● **Exercise details**
Set down, please, exactly the lines below that run from the line with "strewn.Normal.from_cep((0, 0), -1.0)" to the line with "# tests/data/fit/two_points.csv: too", both lines included.

━━ Provided entries ━━

"""Bad input raises strewn.InputError (a ValueError) with the engine's one-line message, the
text the command line prints for the same fault."""
import numpy as np
import pytest

import strewn


def one_line(e):
    text = str(e.value)
    assert text and "\n" not in text
    return text


def test_input_error_is_a_value_error():
    assert issubclass(strewn.InputError, ValueError)


def test_negative_sigma_gives_the_cli_message(cli, source_dir):
    # tests/data/cli/negative_sigma.toml: spread = { sigma = -1.0 }; the CLI builds it with the
    # engine's from_axes and prints the engine's message after the file, line and key.
    with pytest.raises(strewn.InputError) as e:
        strewn.Normal.from_axes((0, 0), -1.0, -1.0, 0.0)
    status, out, err = cli("assess", source_dir / "tests/data/cli/negative_sigma.toml")
    assert status == 2 and one_line(e) in err, (str(e.value), err)
    with pytest.raises(strewn.InputError) as e:
        strewn.Normal.from_cep((0, 0), -1.0)
    assert one_line(e) == "cep must be a positive finite number (got -1)"


def test_fit_errors_match_the_cli(cli, source_dir):
    # tests/data/fit/two_points.csv: too few impacts; identical.csv: no spread.
    for name, xy in (("two_points.csv", [[0.1, 0.2], [0.3, 0.1]]), ("identical.csv", [[1, 1]] * 3)):
        with pytest.raises(strewn.InputError) as e:
            strewn.fit_impacts(np.array(xy), aim=(0, 0))
        status, out, err = cli("fit", source_dir / "tests/data/fit" / name, "--aim", 0, 0)
        assert status == 2 and one_line(e) in err, (str(e.value), err)


def test_bad_regions_and_options():
    with pytest.raises(strewn.InputError) as e:
        strewn.shape("dsik", centre=[0, 0], radius=1)
    assert "dsik" in one_line(e)
    with pytest.raises(strewn.InputError) as e:
        strewn.Region.disk((0, 0), -1.0)
    assert "radius" in one_line(e)
    with pytest.raises(strewn.InputError) as e:
        strewn.Region.from_wkt("POLYGON ((0 0, 1 1, 1 0, 0 1, 0 0))")  # a bow tie
    one_line(e)
    with pytest.raises(strewn.InputError) as e:
        strewn.probability(strewn.Normal.from_cep((0, 0), 1), strewn.Region.disk((0, 0), 1), method="exakt")
    assert "exakt" in one_line(e)
    with pytest.raises(strewn.InputError):
        strewn.probability(strewn.Normal.from_cep((0, 0), 1), strewn.Region.disk((0, 0), 1), rel_tol=-1)
    with pytest.raises(strewn.InputError) as e:
        strewn.Mixture([(0.5, strewn.Normal.from_cep((0, 0), 1))])
    assert "sum" in one_line(e)
    with pytest.raises(strewn.InputError):
        strewn.Normal((0, 0), [[1.0, 2.0], [2.0, 1.0]])  # not positive definite
    with pytest.raises(strewn.InputError):
        strewn.probability_at(strewn.Normal.from_cep((0, 0), 1), strewn.Region.disk((0, 0), 1), [0.0, np.nan], 0.0)
    with pytest.raises(strewn.InputError) as e:
        strewn.probability_at(strewn.Normal.from_cep((0, 0), 1), strewn.Region.disk((0, 0), 1), np.zeros(3), np.zeros(4))
    assert "broadcast" in one_line(e)
    with pytest.raises(strewn.InputError):
        strewn.probability(strewn.Normal.from_cep((0, 0), 1), 42)
    with pytest.raises(strewn.InputError):
        strewn.fit_counts(0.5, 10, 1.0)


def test_counts_with_none_inside_are_refused_as_the_command_refuses_them(cli):
    # 0 of 10 within 1 m bounds sigma from below only (Clopper-Pearson: the share's one-sided
    # upper bound 1 - 0.05^(1/10) = 0.2589, sigma >= 1 / sqrt(-2 ln(1 - 0.2589)) = 1.2918 m).
    # It returned sigma = inf before, which a script could pass on as a spread (every zone's p 0).
    with pytest.raises(strewn.InputError) as e:
        strewn.fit_counts(0, 10, 1.0)
    message = one_line(e)
    assert "0 of 10 impacts within 1 m" in message
    assert "sigma >= 1.292 m" in message
    status, _, err = cli("fit", "--counts", "0", "10", "--radius", "1", "--aim", "0", "0")
    assert status == 2
    assert "sigma >= 1.292 m" in err


def test_messages_name_the_range_and_the_missing_parameter():
    m = strewn.Normal.from_cep((0, 0), 1)
    r = strewn.Region.disk((0, 0), 1)
    # The scenario's settings.samples range (1 to 1e12), not 0 to 2^64 - 1.
    for bad in (-5, 0):
        with pytest.raises(strewn.InputError) as e:
            strewn.probability(m, r, method="monte_carlo", samples=bad)
        assert "samples must be a whole number from 1 to 1000000000000" in one_line(e)
    # The t without nu: said so, not "must be in (0, 1e6] (got 0)".
    with pytest.raises(strewn.InputError) as e:
        m.with_family("student_t")
    assert "needs nu" in one_line(e)


def test_fit_functions_take_the_commands_ranges():
    """A statistician's trial: the module took coordinates of 1e13, a confidence of 0.3 and
    counts of 1e13, all refused by `strewn fit`, and 2**70 counts raised TypeError."""
    import numpy as np

    xy = np.array([[0.0, 0.0], [1.0, 0.2], [0.3, 1.1], [0.8, 0.9]])
    cases = [
        (lambda: strewn.fit_impacts(xy * 1e13, aim=(0, 0)), "at most 1e12"),
        (lambda: strewn.fit_impacts(xy, aim=(0, 0), confidence=0.3), "confidence must be 0.5 to 0.9999"),
        (lambda: strewn.fit_counts(4, 10**13, 0.3), "at most 1e12"),
        (lambda: strewn.fit_counts(4, 2**70, 0.3), "at most 1e12"),
        (lambda: strewn.fit_censored([0.1, 0.2], 10**13, 0.6), "at most 1e12"),
        (lambda: strewn.fit_censored([[0.1, 0.2], [0.3, 0.1]], 2, 0.6), "radii must be a list"),
        (lambda: strewn.fit_counts(4, 10, 0.3, confidence=0.3), "confidence must be 0.5 to 0.9999"),
    ]
    for call, message in cases:
        with pytest.raises(strewn.InputError, match=message):
            call()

━━━

● **Task result**
        strewn.Normal.from_cep((0, 0), -1.0)
    assert one_line(e) == "cep must be a positive finite number (got -1)"


def test_fit_errors_match_the_cli(cli, source_dir):
    # tests/data/fit/two_points.csv: too few impacts; identical.csv: no spread.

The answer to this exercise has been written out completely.